People often treat these as completely separate entities, which is not true if the company is data driven.
Data Challenges
When we think about data pipelines we typically imagine some bearded guy with eye circles that builds and maintains ETLs. This is valid for cases related to the integration of mature external products (Google and Facebook ads, Zendesk, etc.) into your analytics environment.
Data engineers can handle different tasks independently from the software engineering department. These can be pulling data from clear, well-documented, stable APIs, designed for retrieval of historical data from a third-party. Plus, today there’s a range of companies that build their business around syncing your data for you.
At the same time, most startups are software-first companies that build both customer facing and internal software, and this is an entirely different story.
This software is often not clear, not well-documented, not stable, and not designed for retrieval of historical data.
There are good reasons behind this:
- Resource constraints and sacrifices made for the sake of the iteration speed.
- Lack of data awareness among developers. A typical developer mindset is something that concentrates primarily on how to make things work here and now, and make them work properly. Change logging is usually at the bottom of the priority list.
- Modern frameworks based on the ORM concept. Data engineers describe entities in the program itself without thinking too much about the database model. The framework creates the database model automatically from the declaration of classes and their relationships.
This seems (and truly is) very convenient, however this paradigm creates a bias towards “here and now” behavior of the objects vs proper logging and database storage that is analytics friendly.
This causes a “garbage in, garbage out” problem when data that you get from our production system is not suitable for building business metrics. Data requires redundant transformation or is simply incurable because the entities change and their previous states are lost forever.
For any process to go smoothly, participants should have balanced responsibility and authority and sufficient resources, but there is a problem in both cases:
- Responsibility is complete while authority is incomplete. The data team is the one who is accountable for the quality of the final data product, while the quality is partially outside of the team’s control and depends on the software design.

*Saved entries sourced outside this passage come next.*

"""The exact solver: (point group, kind) -> the space of allowed tensors.

In letters that the group permutes up to phases an invariant is an orbit of words whose phases are consistent. In a
rectangular basis the orbits are the answer. In the hexagonal basis the words are written in x + iy, x - iy and z; their
real and imaginary parts have integer Cartesian components, and an elimination over the rationals picks the components
that a handbook would call independent. No square root of 3 appears and no tolerance is used.
"""

from __future__ import annotations

from functools import lru_cache
from itertools import combinations, product
from operator import mul
from typing import TYPE_CHECKING

from tensorsym.exact.orbits import phased_orbits
from tensorsym.exact.rows import null_space, reduced_rows
from tensorsym.groups.operations import Basis
from tensorsym.invariants.characters import invariant_count
from tensorsym.invariants.letters import MODULUS, index_moves, operation_move, plane_move
from tensorsym.invariants.space import Block, Certificate, InvariantSpace
from tensorsym.tensors.words import components_of, indices_of

if TYPE_CHECKING:
    from collections.abc import Sequence

    from tensorsym.exact.orbits import PhasedOrbits
    from tensorsym.groups.point_group import PointGroup
    from tensorsym.tensors.kind import TensorKind

Vector = dict[int, int]
"""Sparse integer vector: component number -> entry."""


@lru_cache(maxsize=4096)
def invariant_space(group: PointGroup, kind: TensorKind) -> InvariantSpace:
    """Return all tensors of a kind that a point group leaves alone, exactly.

    Parameters
    ----------
    group : PointGroup
        The group, in its setting of the standard frame.
    kind : TensorKind
        Rank, parity, time behaviour and index symmetry.

    Returns
    -------
    InvariantSpace
        The free components and all others as rational combinations of them, with the count by characters.

    Examples
    --------
    >>> from tensorsym.groups.symbols import point_group_named
    >>> from tensorsym.tensors.law import parse_law
    >>> invariant_space(point_group_named("32"), parse_law("P_i = d_ijk sigma_jk").kind)
    InvariantSpace(321, rank 3, dimension 2: 11 14)
    """
    blocks = _signed_blocks(group, kind) if group.basis is Basis.CARTESIAN else _hexagonal_blocks(group, kind)
    if kind.traceless:
        blocks = _without_trace(blocks, kind)
    dimension = sum(len(block.free) for block in blocks)
    return InvariantSpace(group, kind, blocks, Certificate(dimension, invariant_count(group, kind)))


def _signed_blocks(group: PointGroup, kind: TensorKind) -> tuple[Block, ...]:
    """One block an orbit: its components are equal up to sign."""
    orbits = _orbits(group, kind)
    entries: list[Vector] = [{} for _ in orbits.first]
    for number, word in enumerate(components_of(kind).words):
        if orbits.orbit[word] >= 0:
            entries[orbits.orbit[word]][number] = 1 - 2 * orbits.phase[word]
    blocks = []
    for entry in entries:
        numbers = tuple(entry)
        sign = entry[numbers[0]]
        blocks.append(Block(numbers, numbers[:1], (tuple(sign * value for value in entry.values()),)))
    return tuple(blocks)


def _hexagonal_blocks(group: PointGroup, kind: TensorKind) -> tuple[Block, ...]:
    """Eliminate in blocks; without index symmetry only once for all words with the same number of z."""
    if not kind.permutations:
        return tuple(copy for plane in range(kind.rank + 1) for copy in _plane_blocks(group, kind, plane))
    spelled = [indices_of(word, kind.rank) for word in components_of(kind).words]
    return eliminated_blocks(_real_vectors(_orbits(group, kind), spelled, base=3))


def _orbits(group: PointGroup, kind: TensorKind) -> PhasedOrbits:
    moves = [*index_moves(kind, group.basis), *(operation_move(generator, kind) for generator in group.generators)]
    return phased_orbits(3**kind.rank, moves, MODULUS[group.basis])


def _plane_blocks(group: PointGroup, kind: TensorKind, plane: int) -> list[Block]:
    """Solve for words of `plane` letters x, y, and copy the answer to every choice of places for the z between."""
    moves = [plane_move(generator, kind, plane) for generator in group.generators]
    orbits = phased_orbits(2**plane, moves, MODULUS[group.basis])
    heads = list(product((0, 1), repeat=plane))
    if plane == kind.rank:
        heads.sort(key=lambda head: len(set(head)) > 1)
    blocks = eliminated_blocks(_real_vectors(orbits, heads, base=2))
    return [copy for block in blocks for copy in _copies(block, heads, kind)]


def _copies(block: Block, heads: Sequence[Sequence[int]], kind: TensorKind) -> list[Block]:
    """Return the block with its letters x, y at every choice of places; the order of preference stays the same."""
    of_word, rank = components_of(kind).of_word, kind.rank
    members = [heads[number] for number in block.components]
    free = [block.components.index(number) for number in block.free]
    copies = []
    for places in combinations(range(rank), len(members[0])):
        weights = [3 ** (rank - 1 - place) for place in places]
        ground = 3**rank - 1 - 2 * sum(weights)
        numbers = tuple(of_word[ground + sum(map(mul, weights, head))] for head in members)
        copies.append(Block(numbers, tuple(numbers[place] for place in free), block.rows, block.denominator))
    return copies


def _real_vectors(orbits: PhasedOrbits, spelled: Sequence[Sequence[int]], base: int) -> list[Vector]:
    """Return real and imaginary parts of the orbits of letter words, as integer Cartesian components.

    The letter word with minus at the places M holds the component with y at the places Y with the factor ``i**|Y|``
    times -1 for every place in both. So a component with an even number of y belongs to the real part, one with an
    odd number to the imaginary part. `spelled` holds the indices of each component; words have `base` letters.
    """
    if not spelled:  # antisymmetry in more than three indices leaves no component
        return []
    survivors = _survivors(orbits, len(spelled[0]), base)
    vectors: dict[tuple[int, int], Vector] = {}
    for number, indices in enumerate(spelled):
        z_places, y_places = _places(indices)
        turns = y_places.bit_count()
        overall = -1 if turns % 4 >= 2 else 1
        sums: dict[int, int] = {}
        for minus_places, which, sign in survivors.get(z_places, ()):
            negative = (y_places & minus_places).bit_count() % 2
            sums[which] = sums.get(which, 0) + (-sign if negative else sign)
        for which, total in sums.items():
            if total:
                vectors.setdefault((which, turns % 2), {})[number] = overall * total
    return list(vectors.values())


def _survivors(orbits: PhasedOrbits, rank: int, base: int) -> dict[int, list[tuple[int, int, int]]]:
    """Return the words of the surviving orbits as (places of minus, orbit, sign), by their places of z.

    Of an orbit and its complex conjugate, which give the same real tensors, one is kept.
    """
    found: dict[int, list[tuple[int, int, int]]] = {}
    kept = [which <= orbits.orbit[_conjugate(word, rank, base)] for which, word in enumerate(orbits.first)]
    for word, which in enumerate(orbits.orbit):
        if which >= 0 and kept[which]:
            z_places, minus_places = _places(indices_of(word, rank, base))
            found.setdefault(z_places, []).append((minus_places, which, 1 - 2 * (orbits.phase[word] // 3)))
    return found


def _places(indices: Sequence[int]) -> tuple[int, int]:
    """Return the places of index 2 and of index 1, each as the bits of a number."""
    twos = ones = 0
    for index in indices:
        twos, ones = 2 * twos + (index == 2), 2 * ones + (index == 1)
    return twos, ones


def _conjugate(word: int, rank: int, base: int) -> int:
    """Return the word with its first two letters exchanged."""
    conjugate = 0
    for index in indices_of(word, rank, base):
        conjugate = base * conjugate + (1, 0, 2)[index]
    return conjugate


def eliminated_blocks(vectors: Sequence[Vector]) -> tuple[Block, ...]:
    """Return the blocks that sparse integer vectors span, with the earliest components free."""
    blocks = []
    for members in _connected(vectors):
        numbers = sorted({number for member in members for number in vectors[member]})
        if len(members) == 1:
            lead = vectors[members[0]][numbers[0]]
            row = tuple(vectors[members[0]][number] * (1 if lead > 0 else -1) for number in numbers)
            blocks.append(Block(tuple(numbers), (numbers[0],), (row,), abs(lead)))
            continue
        matrix = [[vectors[member].get(number, 0) for number in numbers] for member in members]
        reduced = reduced_rows(matrix)
        free = tuple(numbers[pivot] for pivot in reduced.pivots)
        blocks.append(Block(tuple(numbers), free, reduced.rows, reduced.denominator))
    return tuple(blocks)


def _connected(vectors: Sequence[Vector]) -> list[list[int]]:
    """Return the vectors in sets that share no component."""
    holders: dict[int, list[int]] = {}
    for member, vector in enumerate(vectors):
        for number in vector:
            holders.setdefault(number, []).append(member)
    seen: set[int] = set()
    sets = []
    for start in range(len(vectors)):
        if start in seen:
            continue
        seen.add(start)
        reached = [start]
        for member in reached:
            for number in vectors[member]:
                for other in holders.pop(number, ()):
                    if other not in seen:
                        seen.add(other)
                        reached.append(other)
        sets.append(reached)
    return sets


def _without_trace(blocks: tuple[Block, ...], kind: TensorKind) -> tuple[Block, ...]:
    """Keep the combinations whose trace ``T_11 + T_22 + T_33`` vanishes."""
    vectors = [dict(zip(block.components, map(int, row), strict=True)) for block in blocks for row in block.rows]
    diagonal = [number for number, word in enumerate(components_of(kind).words) if word in (0, 4, 8)]
    traces = [sum(vector.get(number, 0) for number in diagonal) for vector in vectors]
    kept = []
    for combination in null_space([traces], len(vectors)):
        sums: Vector = {}
        for weight, vector in zip(combination, vectors, strict=True):
            for number, entry in vector.items():
                sums[number] = sums.get(number, 0) + weight * entry
        kept.append({number: entry for number, entry in sums.items() if entry})
    return eliminated_blocks(kept)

- Lack of resources. The ratio between data engineers vs software engineers in the company is far from 1 to 1 (it can be 1 to 10).
This causes a lot of stress, which could be avoided if the software is designed right. This is why it is crucial to have an understanding on all levels that the data pipeline for the company-written software starts in the engineering department.
Let’s take a look at a very simple example. Imagine a company selling subscriptions that has two plans: basic that costs $10/month and premium that is $15/month. The most basic subscription record would look like this:
user_id |
start_date |
cancellation_date |
plan |
999 |
2018-01-01 |
null |
basic |
The fields are self-explanatory. What happens when the subscription is upgraded to premium on 02-01? A bare minimum would be to overwrite the “plan” column:
user_id |
start_date |
cancellation_date |
plan |
999 |
2018-01-01 |
null |
premium |
Also, if the developer wants to show the date when the current plan started in the UI they might want to update the “start_date” field:
user_id |
start_date |
cancellation_date |
plan |
999 |
2018-02-01 |
null |
premium |
The customer will see the plan updated in the UI, premium functionality will become available, and the billing system will use the updated plan to charge $15 going forward.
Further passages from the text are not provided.